Going back to the beginnings of the Cajamarca culture, it began to flourish during the first millennium AD. The city of Cajamarca is situated on an inter-Andean valley at 2750 m. The valley is irrigated by the rivers Chonta, San Lucas, and Maschon. The etymology of the name Kasha Marka (sometimes spelled Qasamarka or Cashamarka) is uncertain. Some believe that it may mean "town of thorns," while others think it combines the Quechua words "kasha" and "marca" (cold and place).
The Legacy of Cajamarca Culture
For more than 2,000 years, the city was occupied by several cultures.

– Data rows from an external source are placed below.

"""What the editor features answer: small frozen types, free of any protocol library.

Lines and characters are 0-based, as the Language Server Protocol counts them (a character is taken as one
code unit of the line's text, exact for ASCII files)."""

from __future__ import annotations

import pathlib
from dataclasses import dataclass

KINDS = ("key", "action", "rig-name", "block", "param", "function", "unit", "value")


@dataclass(frozen=True)
class Completion:
    """One completion item; `kind` is one of KINDS."""

    label: str
    kind: str
    detail: str = ""
    documentation: str = ""
    insert_text: str | None = None


@dataclass(frozen=True)
class Span:
    line: int
    character: int
    end_line: int
    end_character: int


@dataclass(frozen=True)
class HoverText:
    markdown: str
    span: Span | None


@dataclass(frozen=True)
class Target:
    path: pathlib.Path
    span: Span
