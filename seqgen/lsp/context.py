"""Where the cursor is in a YAML document that may be half typed or broken.

The editor asks about documents that are mostly not valid YAML while they are being typed, so the document is
read line by line by indentation: every `key:` and `- ` item gets its path (keys and item indexes, as
`Document.positions` counts them), and the line of the cursor is also read inside flow collections
(`{channel: x, value: 2 W}`). Nothing here raises on any text: a line that makes no sense is skipped.
"""

from __future__ import annotations

import re
from dataclasses import dataclass
from functools import lru_cache

_KEY = re.compile(r"""("[^"\n]*"|'[^'\n]*'|[^\s:{}\[\],#'"][^:{}\[\],#]*?)[ \t]*:(?=[ \t]|$)""")
_WORD_CHARS = frozenset("ABCDEFGHIJKLMNOPQRSTUVWXYZabcdefghijklmnopqrstuvwxyz0123456789_")
_TOKEN_CHARS = _WORD_CHARS | frozenset(".-/")


@dataclass(frozen=True)
class Entry:
    """One `key:` or `- ` item of the document: its path, 0-based line and column, and its value written on the
    same line (None: none; the text of a flow collection as written)."""

    path: tuple
    line: int
    col: int
    kind: str  # "key" | "item"
    value: str | None
    value_col: int


@dataclass(frozen=True)
class Cursor:
    """The cursor's place: `path` is the collection it is in (its mapping or sequence); `key` the key whose value
    holds it (None when the cursor is where a key, or a sequence item, is written); `item` True when it is
    where a plain `- ` item starts (a key or a scalar); `value` the text of the scalar (or flow element) it is in,
    up to the cursor; `word` the name under the cursor (letters, digits, _) and its columns; `token` the same
    with `.`, `-` and `/` (finding codes, synth parts, paths); `siblings` the other keys of its mapping with
    their values as written on the cursor's line."""

    line: int
    path: tuple
    key: str | None
    item: bool
    value: str
    word: str
    word_start: int
    word_end: int
    token: str
    token_start: int
    token_end: int
    siblings: tuple = ()

    @property
    def prefix(self) -> str:
        """The part of the word before the cursor."""
        return self.value_prefix

    @property
    def value_prefix(self) -> str:
        m = re.search(r"[A-Za-z0-9_]*$", self.value)
        return m.group(0) if m else ""

    @property
    def full_path(self) -> tuple:
        """The path of the value the cursor is in (the collection's path for a key position)."""
        return self.path + ((self.key,) if self.key is not None else ())


def strip_comment(line: str) -> str:
    """The line without its comment (a `#` at the start or after a blank, outside quotes)."""
    quote = None
    for i, ch in enumerate(line):
        if quote:
            if ch == quote:
                quote = None
        elif ch in "'\"" and (i == 0 or line[i - 1] in " \t:[{,-"):
            quote = ch
        elif ch == "#" and (i == 0 or line[i - 1] in " \t"):
            return line[:i]
    return line


def _unquote(name: str) -> str:
    name = name.strip()
    if len(name) >= 2 and name[0] == name[-1] and name[0] in "'\"":
        return name[1:-1]
    return name


def line_tokens(line: str) -> list:
    """(kind, column, name or None, value text or None, value column) of each item dash and key of one line."""
    text = strip_comment(line).rstrip()
    out = []
    pos = len(text) - len(text.lstrip(" "))
    if pos >= len(text) or text[pos] == "#":
        return out
    if text.startswith(("---", "...", "%")) and pos == 0:
        return out
    while pos < len(text) and text[pos] == "-" and (pos + 1 == len(text) or text[pos + 1] in " \t"):
        start = pos
        pos += 1
        while pos < len(text) and text[pos] in " \t":
            pos += 1
        rest = text[pos:]
        if not rest or (rest[0] == "-" and (len(rest) == 1 or rest[1] in " \t")) or _KEY.match(text, pos):
            out.append(("item", start, None, None, pos))
        else:
            out.append(("item", start, None, rest.strip(), pos))
            return out
    m = _KEY.match(text, pos) if pos < len(text) and text[pos] not in "{[" else None
    if m:
        vstart = m.end()
        while vstart < len(text) and text[vstart] in " \t":
            vstart += 1
        value = text[vstart:].strip() or None
        out.append(("key", pos, _unquote(m.group(1)), value, vstart))
    return out


class _Stack:
    """Open keys and items by column: the path of whatever comes next."""

    def __init__(self):
        self.frames: list = []  # [column, kind, label]
        self.counts: dict = {}

    def path(self) -> tuple:
        return tuple(f[2] for f in self.frames)

    def close_to(self, col: int, kind: str) -> None:
        frames = self.frames
        while frames and (frames[-1][0] > col or (frames[-1][0] == col and (kind == "key" or frames[-1][1] == "item"))):
            frames.pop()

    def push(self, kind: str, col: int, name) -> tuple:
        self.close_to(col, kind)
        if kind == "item":
            parent = self.path()
            name = self.counts.get(parent, 0)
            self.counts[parent] = name + 1
            # a new item starts a new mapping: forget the item counts below the old one
            for k in [k for k in self.counts if len(k) > len(parent) and k[:len(parent)] == parent]:
                del self.counts[k]
        self.frames.append([col, kind, name])
        return self.path()


def _feed(stack: _Stack, lines, start: int = 0) -> list:
    entries = []
    for n, line in enumerate(lines, start):
        for kind, col, name, value, vcol in line_tokens(line):
            entries.append(Entry(stack.push(kind, col, name), n, col, kind, value, vcol))
    return entries


@lru_cache(maxsize=16)
def outline(text: str) -> tuple:
    """Every key and item of the document as `Entry`s, in order (best effort on a broken document)."""
    return tuple(_feed(_Stack(), text.splitlines()))


def entry_at(entries, path: tuple) -> Entry | None:
    for e in entries:
        if e.path == path:
            return e
    return None


def _flow(text: str, base: tuple):
    """Read a flow collection up to the cursor: (path of the innermost collection, its key at the cursor or
    None, whether the cursor is at a key, the element's text so far, (key, value) pairs before the cursor)."""
    frames: list = []  # [kind, key or index, element start, pairs]
    quote = None
    for i, ch in enumerate(text):
        if quote:
            if ch == quote:
                quote = None
            continue
        if ch in "'\"":
            quote = ch
        elif ch in "{[":
            frames.append(["map" if ch == "{" else "seq", None if ch == "{" else 0, i + 1, []])
        elif ch in "}]":
            if frames:
                frames.pop()
        elif ch == "," and frames:
            top = frames[-1]
            if top[0] == "map":
                if top[1] is not None:
                    top[3].append((top[1], text[top[2]:i].strip()))
                top[1] = None
            else:
                top[1] += 1
            top[2] = i + 1
        elif ch == ":" and frames and frames[-1][0] == "map" and frames[-1][1] is None \
                and (i + 1 == len(text) or text[i + 1] in " \t,}]"):
            top = frames[-1]
            top[1] = _unquote(text[top[2]:i])
            top[2] = i + 1
    if not frames:
        return base, None, False, text, ()
    path = base
    for kind, label, _, _ in frames[:-1]:
        if label is None:  # a collection at a key position: not a path
            return base, None, False, "", ()
        path += (label,)
    kind, label, start, pairs = frames[-1]
    element = text[start:].lstrip()
    if kind == "map":
        return path, label, label is None, element, tuple(pairs)
    return path + (label,), None, False, element, ()


def _around(line: str, character: int, chars) -> tuple:
    start = character
    while start > 0 and line[start - 1] in chars:
        start -= 1
    end = character
    while end < len(line) and line[end] in chars:
        end += 1
    return line[start:end], start, end


def _rest_pairs(text: str) -> tuple:
    """(key, value) pairs of a flow mapping written on one line, at its first level (best effort)."""
    return tuple((k, v.strip()) for k, v in re.findall(r"([A-Za-z_][A-Za-z0-9_]*)\s*:\s*([^,{}\[\]]*)", text))


def cursor_at(text: str, line: int, character: int) -> Cursor | None:
    """The cursor's place, or None (outside the text, or in a comment)."""
    lines = text.splitlines()
    if line < 0 or character < 0:
        return None
    if line >= len(lines):
        if line == len(lines) and character == 0:
            lines.append("")
        else:
            return None
    cur = lines[line]
    character = min(character, len(cur))
    before = cur[:character]
    if strip_comment(before) != before:
        return None
    stack = _Stack()
    _feed(stack, lines[:line])
    word, ws, we = _around(cur, character, _WORD_CHARS)
    token, ts, te = _around(cur, character, _TOKEN_CHARS)
    common = dict(line=line, word=word, word_start=ws, word_end=we, token=token, token_start=ts, token_end=te)
    for kind, col, name, _, _ in line_tokens(cur):  # on a key of the line: the mapping the key is in
        if kind == "key" and col <= character <= col + len(name) and col < len(before) + 1:
            for k2, c2, n2, _, _ in line_tokens(cur):
                if c2 >= col:
                    break
                stack.push(k2, c2, n2)
            stack.close_to(col, "key")
            return Cursor(path=stack.path(), key=None, item=False, value=before[col:], **common)
    toks = line_tokens(before)
    if not before.strip():  # nothing yet on the line: a key or item of the collection at this column
        stack.close_to(character, "key")
        return Cursor(path=stack.path(), key=None, item=False, value="", **common)
    tail_start = 0
    for kind, col, name, value, vcol in toks:
        if kind == "key":
            stack.push("key", col, name)
        else:
            stack.push("item", col, None)
        tail_start = vcol
    last = toks[-1] if toks else None
    if last is None:  # a continuation line of a flow collection or a scalar: take it as a value
        return Cursor(path=stack.path()[:-1], key=(stack.path() or (None,))[-1], item=False,
                      value=before.strip(), **common)
    kind, col, name, value, vcol = last
    full_pairs = _rest_pairs(cur[vcol:])
    if kind == "item" and value is None:  # "- na|": a key or a scalar item being typed
        path = stack.path()
        return Cursor(path=path, key=None, item=True, value=before[tail_start:].strip(), **common)
    if kind == "item":
        return Cursor(path=stack.path()[:-1], key=None, item=True, value=before[vcol:].strip(), **common)
    key_path = stack.path()
    parent = key_path[:-1]
    vtext = before[vcol:] if len(before) >= vcol else ""
    if vtext[:1] in ("{", "["):
        path, key, at_key, element, pairs = _flow(vtext, key_path)
        return Cursor(path=path, key=None if at_key else key, item=False, value=element,
                      siblings=full_pairs or pairs, **common)
    return Cursor(path=parent, key=name, item=False, value=vtext, **common)


def block_name_spans(text: str) -> dict:
    """Block name -> (line, column) of its `name:` value in this document (best effort, broken text too)."""
    out = {}
    for e in outline(text):
        if len(e.path) == 3 and e.path[0] == "blocks" and e.path[2] == "name" and e.value:
            out.setdefault(_unquote(e.value), (e.line, e.value_col))
    return out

In nearby archaeological sites (such as Kuntur Wasi and Cumbe Mayo), there can be seen traces of various pre-Chavin cultures.
Cajamarca art has an unbroken stylistic continuity from around 200 BCE until the Spanish conquest in the mid-1500s. If we take into account the series of expansions of their powerful neighbors in this area, it is remarkable that they managed to preserve their artistic expression. This expression is mostly characterized by ceramics made with white kaolin paste.
Cajamarca ceramics achieved their most extensive distribution and highest prestige in 700-900 CE during the Middle Cajamarca phase. Ceramics from this period have been found in many Wari Sites (as far as Pikillacta in the Cusco region). The construction of a large terraced mountain city-fortress of Cerro Chepen is attributed to a joint effort between Cajamarca and Wari polities.
As for the Cajamarca cutlery, it was distinctive and had a wide distribution, being recognized as a prestige ware in the region. The first Cajamarca ceramics that were made between 200 BCE and 200 CE were primarily found in the Cajamarca Basin.
During the period of early Cajamarca ceramics (200-450 CE), the cutlery had more diverse and complex decorations and was distributed extensively. These ceramics were found on the Pacific and Amazonian sides of the Andes and the North Highlands.
Final Cajamarca Phase
The number of settlements started dropping with the collapse of Wari influence in the region. However, by the Final Cajamarca phase (1250-1532 AD), they gradually increased, and Cajamarca maintained its prestige. The Cajamarca settlement centers, such as Santa Delia (Cajamarca Valley) and Tantarica or Guzmango Viejo to the coast in the west became large (more than 20 ha). More remnants of elite residential units as well as the largest number of fine ceramics are found in this region than in any other early Cajamarca site.
Between 1463 and 1471, Inca generals Ccapac Yupanqui and Tupac Inca Yupanqui conquered and integrated the city of Cajamarca to the Inca Empire.